[Stored data]
##########
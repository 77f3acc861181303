/** Sensor noise of a recording: asked for by stretch, and kept while the page lives. */
import { useQuery } from '@tanstack/react-query';
import type { NoiseAnalysis } from '@/shared/contracts/noise';
import { api } from './api';

/** `spanS` null: the longest stretch at rest. The analysis of a decoded recording does not change. */
export function useNoise(recordingId: string, spanS: readonly [number, number] | null) {
  return useQuery({
    queryKey: ['recordings', 'noise', recordingId, spanS],
    queryFn: ({ signal }) =>
      api<NoiseAnalysis>(`/recordings/${recordingId}/noise`, {
        method: 'POST',
        body: spanS ? { fromS: spanS[0], toS: spanS[1] } : {},
        signal,
      }),
    staleTime: Infinity,
    retry: false,
  });
}
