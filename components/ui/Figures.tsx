import { Fragment } from 'react';
import { fonts } from '@/constants/theme';
import { Text, type TextProps } from './Text';

export interface FiguresProps extends Omit<TextProps, 'children'> {
  children: string;
}

/** A line in which the digits stand in the mono face and the words beside them do not: "20 min 40 s". */
export function Figures({ children, variant = 'label', ...rest }: FiguresProps) {
  return (
    <Text variant={variant} {...rest}>
      {splitFigures(children).map((part, i) =>
        part.figure ? (
          <Text
            key={i}
            variant={variant}
            {...rest}
            style={[rest.style, { fontFamily: fonts.number, fontSize: mono[variant] }]}
          >
            {part.text}
          </Text>
        ) : (
          <Fragment key={i}>{part.text}</Fragment>
        ),
      )}
    </Text>
  );
}

/** Cuts a line into runs of digits and of everything else. */
export function splitFigures(line: string): { text: string; figure: boolean }[] {
  return line
    .split(/([−+-]?\d[\d.,:\u2009]*)/)
    .filter((text) => text !== '')
    .map((text) => ({ text, figure: /\d/.test(text) }));
}

/** The mono face runs wider, so that it is set a little smaller beside words. */
const mono = { title: 26, heading: 18, body: 15, label: 13, small: 11 } as const;
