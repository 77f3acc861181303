/** Every way to tell time lands on the same axis as the clean twin. */
import type { ChannelMap, TimeMap } from '@/shared/contracts/recordings';
import { csvText, decodeLogs, ready, testStore, type TestStore } from '../support';
import { loadRecording } from '@/workers/recordings/load';
import {
  decodedLogs, expectSameGnss, expectSameImu, GNSS, GNSS_VALUES, GPS, IMU, IMU_VALUES, PLAIN_GNSS, PLAIN_IMU, UNIX_S, withTime,
} from './twin'; // prettier-ignore

jest.setTimeout(60_000);

let at: TestStore;
beforeAll(() => {
  at = testStore();
});
afterAll(() => at.remove());

type Stamp = (t: number) => (number | string)[];
const imuLog = (names: string, stamp: Stamp) => csvText(`${names},${IMU_VALUES}`, withTime(IMU, stamp));
const gnssLog = (names: string, stamp: Stamp) => csvText(`${names},${GNSS_VALUES}`, withTime(GNSS, stamp));

const pad = (value: number, length = 2) => String(value).padStart(length, '0');
const parts = (t: number) => {
  const at = new Date(Math.round((UNIX_S + t) * 1000));
  return {
    y: at.getUTCFullYear(),
    mo: pad(at.getUTCMonth() + 1),
    d: pad(at.getUTCDate()),
    h: at.getUTCHours(),
    clock: `${pad(at.getUTCMinutes())}:${pad(at.getUTCSeconds())}.${pad(at.getUTCMilliseconds(), 3)}`,
  };
};
/** Local time of a zone, written in any order of the date. */
const written = (order: (p: ReturnType<typeof parts>) => string, aheadS = 0): Stamp => (t) => [order(parts(t + aheadS))]; // prettier-ignore
const gpsS = UNIX_S - GPS.epochS + GPS.leapS;

/** Absolute clocks: the axis counts from the whole second before the first sample, which is UNIX_S. */
const ABSOLUTE: [string, string, Stamp][] = [
  ['seconds of GPS time', 'gps_time_s', (t) => [(gpsS + t).toFixed(3)]],
  ['GPS week and seconds', 'gps_week,tow_s', (t) => [GPS.week, (GPS.towS + t).toFixed(3)]],
  ['a GPS week of ten bits', 'week,tow', (t) => [GPS.week - 2048, (GPS.towS + t).toFixed(3)]],
  ['day, month, year with dots', 'time', written((p) => `${p.d}.${p.mo}.${p.y} ${pad(p.h)}:${p.clock}`)],
  ['year first with slashes', 'time', written((p) => `${p.y}/${p.mo}/${p.d} ${pad(p.h)}:${p.clock}`)],
  ['ISO 8601 with a zone of hours alone', 'time', written((p) => `${p.y}-${p.mo}-${p.d}T${pad(p.h)}:${p.clock}+02`, 7200)],
  ['ISO 8601, basic form', 'utc', written((p) => `${p.y}${p.mo}${p.d}T${pad(p.h)}${p.clock.replace(':', '')}Z`)],
  ['date and time of day in two columns', 'date,time', (t) => [`${parts(t).y}-${parts(t).mo}-${parts(t).d}`, `${pad(parts(t).h)}:${parts(t).clock}`]],
  ['date and time of day as receivers pack them', 'date_ddmmyy,utc_time', (t) => [`${parts(t).d}${parts(t).mo}${String(parts(t).y).slice(2)}`, `${pad(parts(t).h)}${parts(t).clock.replace(':', '')}`]],
  ['UNIX microseconds', 'timestamp_us', (t) => [`${UNIX_S + Math.floor(t)}${pad(Math.round((t % 1) * 1e6), 6)}`]],
  ['seconds and nanoseconds', 'sec,nanosec', (t) => [UNIX_S + Math.floor(t + 1e-9), Math.round(((t + 1e-9) % 1) * 1e9) % 1e9]],
]; // prettier-ignore

test.each(ABSOLUTE)('%s', async (_, names, stamp) => {
  const logs = { imu: imuLog(names, stamp), gnss: gnssLog(names, stamp) };
  const result = ready(await decodeLogs(at.store, logs));
  expect(result.timeOrigin).toMatchObject({
    utc: '2026-03-01T10:00:00.000Z',
    gpsWeek: GPS.week,
    gpsTowS: GPS.towS,
  });
  const { columns } = await loadRecording(at.store, 'rec');
  expectSameImu(columns, 0, { timeS: 1e-6 });
  expectSameGnss(columns, 0, { timeS: 1e-6 });
});

const IMU_MAP: NonNullable<ChannelMap['imu']> = {
  time: { columns: ['t'], base: 's', offsetS: 0, stamp: 'end' },
  gyro: { columns: ['gyro_x_rad_s', 'gyro_y_rad_s', 'gyro_z_rad_s'], unit: 'rad/s' },
  accel: { columns: ['accel_x_m_s2', 'accel_y_m_s2', 'accel_z_m_s2'], unit: 'm/s^2', sign: 'specific-force' },
  sampling: 'mean-rate',
};
const timed = (time: Partial<TimeMap>): ChannelMap => ({
  imu: { ...IMU_MAP, time: { ...IMU_MAP.time, ...time } },
});
const UTC_GNSS = gnssLog('utc', (t) => [new Date(Math.round((UNIX_S + t) * 1000)).toISOString()]);

const STATED: [string, Stamp, Partial<TimeMap>][] = [
  ['local text times of a stated zone', written((p) => `${p.y}-${p.mo}-${p.d} ${pad(p.h)}:${p.clock}`, 5400), { base: 'iso8601', zoneMin: 90 }],
  ['month first, with AM and PM', written((p) => `${p.mo}/${p.d}/${p.y} ${p.h % 12 || 12}:${p.clock} ${p.h < 12 ? 'AM' : 'PM'}`), { base: 'iso8601', dateOrder: 'mdy' }],
  ['text on the GPS scale', written((p) => `${p.y}-${p.mo}-${p.d} ${pad(p.h)}:${p.clock}`, GPS.leapS), { base: 'iso8601', scale: 'gps' }],
  ['UNIX seconds that leave out leap seconds', (t) => [(UNIX_S + GPS.leapS + t).toFixed(3)], { base: 's', scale: 'gps' }],
  ['times of a stated day', (t) => [`${pad(parts(t).h)}:${parts(t).clock}`], { base: 'time-of-day', date: '2026-03-01' }],
]; // prettier-ignore

test.each(STATED)('stated: %s, beside fixes in UTC', async (_, stamp, time) => {
  const columns = await decodedLogs(
    at,
    { imu: imuLog('t', stamp), gnss: UTC_GNSS },
    { channelMap: timed(time) },
  );
  expectSameImu(columns, 0, { timeS: 1e-6 });
  expectSameGnss(columns, 0, { timeS: 1e-6 });
});

const TWO32 = 2 ** 32;
/** Plain clocks that keep their zero; `shift` is where the first sample lies. */
const PLAIN: [string, string, Stamp, Partial<TimeMap> | null, number][] = [
  ['a counter of a stated rate', 't', (t) => [Math.round(t * 100)], { base: 'counter', rateHz: 100 }, 0],
  ['a counter of 8 bits that turns over', 't', (t) => [Math.round(t * 100) % 256], { base: 'counter', rateHz: 100, wrap: 256 }, 0],
  ['a counter of 16 bits that turns over', 't', (t) => [(65_500 + Math.round(t * 100)) % 65_536], { base: 'counter', rateHz: 100 }, 655],
  ['microseconds of 32 bits that turn over', 'time_us', (t) => [(TWO32 - 1e6 + Math.round(t * 1e6)) % TWO32], null, TWO32 / 1e6 - 1],
  ['the time of the GPS week in ms over its end', 'itow_ms', (t) => [(604_799_000 + Math.round(t * 1000)) % 604_800_000], null, 604_799],
]; // prettier-ignore

test.each(PLAIN)('%s', async (_, name, stamp, time, shiftS) => {
  const gnss = gnssLog('time_s', (t) => [t + shiftS]);
  const options = time ? { channelMap: timed(time) } : {};
  expectSameImu(await decodedLogs(at, { imu: imuLog(name, stamp), gnss }, options), shiftS, { timeS: 1e-6 });
});

test('times of day count on over midnight', async () => {
  const clock: Stamp = (t) => [new Date(Math.round((86_398.5 + t) * 1000)).toISOString().slice(11, 23)];
  const columns = await decodedLogs(at, { imu: imuLog('time', clock), gnss: gnssLog('time', clock) });
  expectSameImu(columns, 86_398.5, { timeS: 1e-6 });
  expectSameGnss(columns, 86_398.5, { timeS: 1e-6 });
});

test.each([['start', -0.2], ['middle', -0.1]] as const)('fixes stamped at the %s of their interval move to its end', async (stamp, early) => {
  const gnss = gnssLog('time_s', (t) => [t + early]);
  const channelMap: ChannelMap = {
    gnss: {
      time: { columns: ['time_s'], base: 's', offsetS: 0, stamp },
      position: { lat: 'lat_deg', lon: 'lon_deg', height: 'height_m', unit: 'deg', heightUnit: 'm', heightDatum: 'ellipsoid' },
      velocity: { frame: 'ned', columns: ['vn_m_s', 've_m_s', 'vd_m_s'], unit: 'm/s' },
    },
  };
  expectSameGnss(await decodedLogs(at, { imu: PLAIN_IMU, gnss }, { channelMap }));
}); // prettier-ignore

const REFUSED: [string, string, Stamp, string][] = [
  ['a date that is none', 'time', (t) => [t === 1 ? '2026-02-30 10:00:00' : parts(t).y + `-03-01 10:00:${pad(Math.floor(t))}.${pad(Math.round((t % 1) * 1000), 3)}`], 'not-a-time'],
  ['a clock that is set back in the middle', 'time_s', (t) => [t > 1.5 ? t - 1 : t], 'time-backwards'],
  ['seconds since start beside fixes in UTC', 'time_s', (t) => [t], 'clocks-differ'],
]; // prettier-ignore

test.each(REFUSED)('refused: %s', async (_, name, stamp, code) => {
  const gnss = name === 'time_s' && code === 'time-backwards' ? PLAIN_GNSS : UTC_GNSS;
  const result = await decodeLogs(at.store, { imu: imuLog(name, stamp), gnss });
  expect(result).toMatchObject({ outcome: 'rejected', problems: [{ code }] });
});
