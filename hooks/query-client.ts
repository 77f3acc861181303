import { QueryClient } from '@tanstack/react-query';
import { ApiProblem } from './api';

/** How long an answer counts as fresh, ms. */
export const STALE = { live: 0, list: 10_000, slow: 60_000 } as const;

/** One client for the whole app: refusals are not repeated, a silent server is asked twice more. */
export function makeQueryClient(): QueryClient {
  return new QueryClient({
    defaultOptions: {
      queries: {
        staleTime: STALE.list,
        retry: (count, error) => (passes(error) ? count < 4 : !(error instanceof ApiProblem) && count < 2),
      },
      mutations: { retry: false },
    },
  });
}

/** 503: the server is there, its database or a start-up is not yet. It passes by itself. */
const passes = (error: Error) => error instanceof ApiProblem && error.status === 503;
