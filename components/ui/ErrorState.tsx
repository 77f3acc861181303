import { ApiProblem } from '@/hooks/api';
import { Button } from './Button';
import { NoPermission } from './NoPermission';
import { Notice } from './Notice';

export interface ErrorStateProps {
  error: unknown;
  /** What could not be done: "Recordings could not be loaded". */
  title: string;
  onRetry?: () => void;
}

/** Says what failed and what to do; a refusal for want of a role gets its own words. */
export function ErrorState({ error, title, onRetry }: ErrorStateProps) {
  if (error instanceof ApiProblem && error.status === 403) return <NoPermission message={error.message} />;
  const gone = error instanceof ApiProblem && error.status === 404; // asking again finds nothing either
  return (
    <Notice
      tone="vermilion"
      urgent
      title={title}
      actions={onRetry && !gone ? <Button label="Try again" onPress={onRetry} /> : undefined}
    >
      {messageOf(error)}
    </Notice>
  );
}

/** The plain sentence of any failure. */
export function messageOf(error: unknown): string {
  if (error instanceof ApiProblem) return error.message;
  if (error instanceof Error && error.message) return error.message;
  return 'Something went wrong that has no name yet. Try again; if it stays, tell an admin what you did.';
}
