/** API tokens of the workspace. */
import { useMutation, useQuery, useQueryClient } from '@tanstack/react-query';
import type { Page } from '@/shared/contracts/common';
import type { Token, TokenCreated, TokenCreateInput } from '@/shared/contracts/tokens';
import { api } from './api';

const KEY = ['tokens'] as const;

export const useTokens = () =>
  useQuery({
    queryKey: KEY,
    queryFn: async ({ signal }) => (await api<Page<Token>>('/tokens', { signal })).items,
  });

/** The answer holds the token itself, this once. */
export function useCreateToken() {
  const client = useQueryClient();
  return useMutation({
    mutationFn: (input: TokenCreateInput) => api<TokenCreated>('/tokens', { method: 'POST', body: input }),
    onSuccess: () => client.invalidateQueries({ queryKey: KEY }),
  });
}

export function useRevokeToken() {
  const client = useQueryClient();
  return useMutation({
    mutationFn: (id: string) => api<void>(`/tokens/${id}`, { method: 'DELETE' }),
    onSettled: () => client.invalidateQueries({ queryKey: KEY }),
  });
}
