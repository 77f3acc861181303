/** Clocks, senses, units and axes that IMU and GNSS tell of each other; each remedy is accepted and the log decoded again. */
import type { ChannelMap } from '@/shared/contracts/recordings';
import { scenarioSchema, type ScenarioInput } from '@/shared/contracts/scenarios';
import { radToDeg } from '@/shared/units';
import { imuScale, imuSwapAxes } from '@/workers/engine/simulator/defects';
import { simulateScenario } from '@/workers/engine/simulator/scenario';
import type { GnssColumns, ImuColumns } from '@/workers/engine/types';
import { decodeLogs, GNSS_HEADER, IMU_HEADER, ready, testStore, type TestStore } from '../support';

jest.setTimeout(60_000);

let at: TestStore;
beforeAll(() => {
  at = testStore();
});
afterAll(() => at.remove());

const drive = (input: ScenarioInput) =>
  simulateScenario(
    scenarioSchema.parse({ durationS: 240, imuRateHz: 50, gnssRateHz: 1, staticStartS: 10, ...input }),
  );
const table = (header: string, columns: readonly Float64Array[]) =>
  `${header}\n${Array.from(columns[0]!, (_, row) => columns.map((c) => c[row]).join(',')).join('\n')}\n`;
const imuText = ({ timeS, gyro, accel }: ImuColumns) => table(IMU_HEADER, [timeS, ...gyro, ...accel]);
const gnssText = ({ timeS, latRad, lonRad, heightM, velocityNed }: GnssColumns) =>
  table(GNSS_HEADER, [timeS, latRad.map(radToDeg), lonRad.map(radToDeg), heightM, ...velocityNed]);

async function intake(imu: ImuColumns, gnss: GnssColumns, channelMap?: ChannelMap) {
  const logs = { imu: imuText(imu), gnss: gnssText(gnss) };
  return ready(await decodeLogs(at.store, logs, channelMap ? { channelMap } : {}));
}
const negate = (imu: ImuColumns, ...axes: (0 | 1 | 2)[]) =>
  axes.reduce((made, axis) => imuScale(imuScale(made, 'gyro', -1, axis), 'accel', -1, axis), imu);

const DEFECTS: [string, string, (imu: ImuColumns) => ImuColumns][] = [
  ['accelerometer of the opposite sign', 'accel-sign', (imu) => imuScale(imu, 'accel', -1)],
  ['forward–left–up', 'stray-axes', (imu) => negate(imu, 1, 2)],
  ['forward and right exchanged', 'stray-axes', (imu) => imuSwapAxes(imu, 0, 1)],
  ['on its side', 'stray-axes', (imu) => negate(imuSwapAxes(imu, 1, 2), 2)],
  ['gyro z turned round', 'turn-sense', (imu) => imuScale(imu, 'gyro', -1, 2)],
  ['gyro in °/s under a header in rad/s', 'gyro-unit', (imu) => imuScale(imu, 'gyro', radToDeg(1))],
  ['accelerometer in g under a header in m/s²', 'gravity-size', (imu) => imuScale(imu, 'accel', 1 / 9.80665)],
];

test.each(DEFECTS)('%s: found as %s, put right by its remedy', async (_name, code, spoil) => {
  const { imu, gnss } = drive({ seed: 21 });
  const spoilt = spoil(imu);
  const found = await intake(spoilt, gnss);
  const finding = found.health.findings.find((one) => one.code === code);
  expect(found.health.verdict).toBe('not-usable');
  expect(finding?.fix?.label).toEqual(expect.any(String));
  const mended = await intake(spoilt, gnss, { ...found.channelMap, ...finding!.fix!.map });
  expect(mended.health.findings.filter(({ severity }) => severity !== 'info')).toEqual([]);
});

test.each([-2, 0.4, 5])(
  'a GNSS clock %d s off: found with its figure, put right by its remedy',
  async (offsetS) => {
    const { imu, gnss } = drive({ seed: 22 });
    const late = { ...gnss, timeS: gnss.timeS.map((t) => t - offsetS) };
    const found = await intake(imu, late);
    const finding = found.health.findings.find(({ code }) => code === 'clock-offset')!;
    expect(finding.severity).toBe(Math.abs(offsetS) > 0.5 ? 'stop' : 'warn');
    expect(Math.abs(finding.figure!.value - offsetS)).toBeLessThan(0.02);
    const mended = await intake(imu, late, { ...found.channelMap, ...finding.fix!.map });
    expect(mended.health.findings.map(({ code }) => code)).not.toContain('clock-offset');
  },
);

test.each(['road', 'crawler', 'fixed-wing', 'multirotor', 'static'] as const)(
  'a sound %s log raises nothing that stops it',
  async (motion) => {
    const { imu, gnss } = drive({ motion, seed: 23 });
    const { health } = await intake(imu, gnss);
    expect(health.findings.filter(({ severity }) => severity === 'stop')).toEqual([]);
  },
);
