import { fonts, typeScale } from '@/constants/theme';
import { formatChange, formatNumber } from '@/shared/format';
import { Text, type Tone } from './Text';

export interface AlignedNumberProps {
  value: number | null;
  digits?: number;
  tone?: Tone;
  /** Shows the sign of a positive value as well. */
  signed?: boolean;
}

/** A number of a table's column: set in the mono face and padded, so that the decimal points of all rows stand under each other. */
export function AlignedNumber({ value, digits = 3, tone = 'ink', signed }: AlignedNumberProps) {
  const text = value === null ? '–' : signed ? formatChange(value, digits) : formatNumber(value, digits);
  return (
    <Text
      variant="label"
      tone={tone}
      numberOfLines={1}
      style={{ fontFamily: fonts.number, fontSize: typeScale.label }}
    >
      {alignDecimal(text)}
    </Text>
  );
}

/** `text` padded so that its decimal point is the (WHOLE + 1)th character. */
export function alignDecimal(text: string): string {
  const point = text.includes('e') ? -1 : text.indexOf('.');
  const whole = point < 0 ? text.length : point;
  return '\u00a0'.repeat(Math.max(0, WHOLE - whole)) + text;
}

const WHOLE = 4;
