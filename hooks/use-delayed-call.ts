import { useEffect, useState } from 'react';

/** Calls back once `delayMs` have passed without another call; never after the component is gone. */
export function useDelayedCall(delayMs = 250): (call: () => void) => void {
  const [delay] = useState(() => new Delay());
  useEffect(() => () => delay.stop(), [delay]);
  return (call) => delay.start(call, delayMs);
}

class Delay {
  private timer: ReturnType<typeof setTimeout> | undefined;

  start(call: () => void, delayMs: number): void {
    this.stop();
    this.timer = setTimeout(call, delayMs);
  }

  stop(): void {
    clearTimeout(this.timer);
  }
}
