/** Sensor grades: the usual orders of magnitude of the trade, rounded; SI units. */
import type { ImuErrors, ImuGrade } from '@/shared/contracts/scenarios';
import { RAD_PER_DEG, STANDARD_GRAVITY_M_S2 } from '@/shared/units';

/** Errors of one IMU: what a scenario names, and the finer ones. */
export interface ImuModel extends ImuErrors {
  /** How the bias wanders in a run: the usual Gauss–Markov process, or the random walk that it resembles at short times. */
  wander: 'gauss-markov' | 'random-walk';
  /** 1σ of each axis' scale factor error, 1. */
  gyroScaleSigma: number;
  accelScaleSigma: number;
  /** Steps of the output, rad/s and m/s²; 0: none. */
  gyroStepRadPerS: number;
  accelStepMPerS2: number;
  /** Output stops here, rad/s and m/s². */
  gyroRangeRadPerS: number;
  accelRangeMPerS2: number;
}

const DEG_PER_HOUR = RAD_PER_DEG / 3600;
const DEG_PER_ROOT_HOUR = RAD_PER_DEG / 60;
const MILLI_G = STANDARD_GRAVITY_M_S2 * 1e-3;
const MICRO_G_PER_ROOT_HZ = STANDARD_GRAVITY_M_S2 * 1e-6;

const exact = {
  wander: 'gauss-markov' as const,
  gyroScaleSigma: 0,
  accelScaleSigma: 0,
  gyroStepRadPerS: 0,
  accelStepMPerS2: 0,
  gyroRangeRadPerS: Infinity,
  accelRangeMPerS2: Infinity,
};

export const IMU_GRADES: Readonly<Record<ImuGrade, ImuModel>> = {
  perfect: {
    ...exact,
    gyroWhiteNoiseRadPerSqrtS: 0,
    gyroTurnOnBiasSigmaRadPerS: 0,
    gyroBiasInstabilityRadPerS: 0,
    gyroBiasCorrelationTimeS: 300,
    accelWhiteNoiseMPerSPerSqrtS: 0,
    accelTurnOnBiasSigmaMPerS2: 0,
    accelBiasInstabilityMPerS2: 0,
    accelBiasCorrelationTimeS: 300,
  },
  consumer: {
    ...exact,
    gyroWhiteNoiseRadPerSqrtS: 0.8 * DEG_PER_ROOT_HOUR,
    gyroTurnOnBiasSigmaRadPerS: 0.4 * RAD_PER_DEG,
    gyroBiasInstabilityRadPerS: 40 * DEG_PER_HOUR,
    gyroBiasCorrelationTimeS: 200,
    accelWhiteNoiseMPerSPerSqrtS: 250 * MICRO_G_PER_ROOT_HZ,
    accelTurnOnBiasSigmaMPerS2: 20 * MILLI_G,
    accelBiasInstabilityMPerS2: 0.3 * MILLI_G,
    accelBiasCorrelationTimeS: 200,
    gyroStepRadPerS: (2 * 500 * RAD_PER_DEG) / 65536,
    accelStepMPerS2: (2 * 16 * STANDARD_GRAVITY_M_S2) / 65536,
    gyroRangeRadPerS: 500 * RAD_PER_DEG,
    accelRangeMPerS2: 16 * STANDARD_GRAVITY_M_S2,
  },
  industrial: {
    ...exact,
    gyroWhiteNoiseRadPerSqrtS: 8.7e-5,
    gyroTurnOnBiasSigmaRadPerS: 3.5e-3,
    gyroBiasInstabilityRadPerS: 4.8e-5,
    gyroBiasCorrelationTimeS: 300,
    accelWhiteNoiseMPerSPerSqrtS: 1e-3,
    accelTurnOnBiasSigmaMPerS2: 0.05,
    accelBiasInstabilityMPerS2: 5e-4,
    accelBiasCorrelationTimeS: 300,
    gyroStepRadPerS: (2 * 450 * RAD_PER_DEG) / 2 ** 20,
    accelStepMPerS2: (2 * 10 * STANDARD_GRAVITY_M_S2) / 2 ** 20,
    gyroRangeRadPerS: 450 * RAD_PER_DEG,
    accelRangeMPerS2: 10 * STANDARD_GRAVITY_M_S2,
  },
  tactical: {
    ...exact,
    gyroWhiteNoiseRadPerSqrtS: 0.05 * DEG_PER_ROOT_HOUR,
    gyroTurnOnBiasSigmaRadPerS: 5 * DEG_PER_HOUR,
    gyroBiasInstabilityRadPerS: 0.5 * DEG_PER_HOUR,
    gyroBiasCorrelationTimeS: 600,
    accelWhiteNoiseMPerSPerSqrtS: 50 * MICRO_G_PER_ROOT_HZ,
    accelTurnOnBiasSigmaMPerS2: 1 * MILLI_G,
    accelBiasInstabilityMPerS2: 0.05 * MILLI_G,
    accelBiasCorrelationTimeS: 600,
    gyroRangeRadPerS: 1000 * RAD_PER_DEG,
    accelRangeMPerS2: 30 * STANDARD_GRAVITY_M_S2,
  },
  navigation: {
    ...exact,
    gyroWhiteNoiseRadPerSqrtS: 0.002 * DEG_PER_ROOT_HOUR,
    gyroTurnOnBiasSigmaRadPerS: 0.008 * DEG_PER_HOUR,
    gyroBiasInstabilityRadPerS: 0.003 * DEG_PER_HOUR,
    gyroBiasCorrelationTimeS: 3600,
    accelWhiteNoiseMPerSPerSqrtS: 10 * MICRO_G_PER_ROOT_HZ,
    accelTurnOnBiasSigmaMPerS2: 0.05 * MILLI_G,
    accelBiasInstabilityMPerS2: 0.01 * MILLI_G,
    accelBiasCorrelationTimeS: 3600,
    gyroRangeRadPerS: 400 * RAD_PER_DEG,
    accelRangeMPerS2: 25 * STANDARD_GRAVITY_M_S2,
  },
};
##########
Instructions for the task
If a line comes after the one containing "clean twin. */", leave it out; set down every line of the data before it, and that line itself, exactly.

Task output
repository 77f3acc861181303
/** Sensor noise of a recording: asked for by stretch, and kept while the page lives. */
import { useQuery } from '@tanstack/react-query';
import type { NoiseAnalysis } from '@/shared/contracts/noise';
import { api } from './api';

/** `spanS` null: the longest stretch at rest. The analysis of a decoded recording does not change. */
export function useNoise(recordingId: string, spanS: readonly [number, number] | null) {
  return useQuery({
    queryKey: ['recordings', 'noise', recordingId, spanS],
    queryFn: ({ signal }) =>
      api<NoiseAnalysis>(`/recordings/${recordingId}/noise`, {
        method: 'POST',
        body: spanS ? { fromS: spanS[0], toS: spanS[1] } : {},
        signal,
      }),
    staleTime: Infinity,
    retry: false,
  });
}
filename components/ui/Figures.tsx
import { Fragment } from 'react';
import { fonts } from '@/constants/theme';
import { Text, type TextProps } from './Text';

export interface FiguresProps extends Omit<TextProps, 'children'> {
  children: string;
}

/** A line in which the digits stand in the mono face and the words beside them do not: "20 min 40 s". */
export function Figures({ children, variant = 'label', ...rest }: FiguresProps) {
  return (
    <Text variant={variant} {...rest}>
      {splitFigures(children).map((part, i) =>
        part.figure ? (
          <Text
            key={i}
            variant={variant}
            {...rest}
            style={[rest.style, { fontFamily: fonts.number, fontSize: mono[variant] }]}
          >
            {part.text}
          </Text>
        ) : (
          <Fragment key={i}>{part.text}</Fragment>
        ),
      )}
    </Text>
  );
}

/** Cuts a line into runs of digits and of everything else. */
export function splitFigures(line: string): { text: string; figure: boolean }[] {
  return line
    .split(/([−+-]?\d[\d.,:\u2009]*)/)
    .filter((text) => text !== '')
    .map((text) => ({ text, figure: /\d/.test(text) }));
}

/** The mono face runs wider, so that it is set a little smaller beside words. */
const mono = { title: 26, heading: 18, body: 15, label: 13, small: 11 } as const;
repository 77f3acc861181303
/** Every way to tell time lands on the same axis as the clean twin. */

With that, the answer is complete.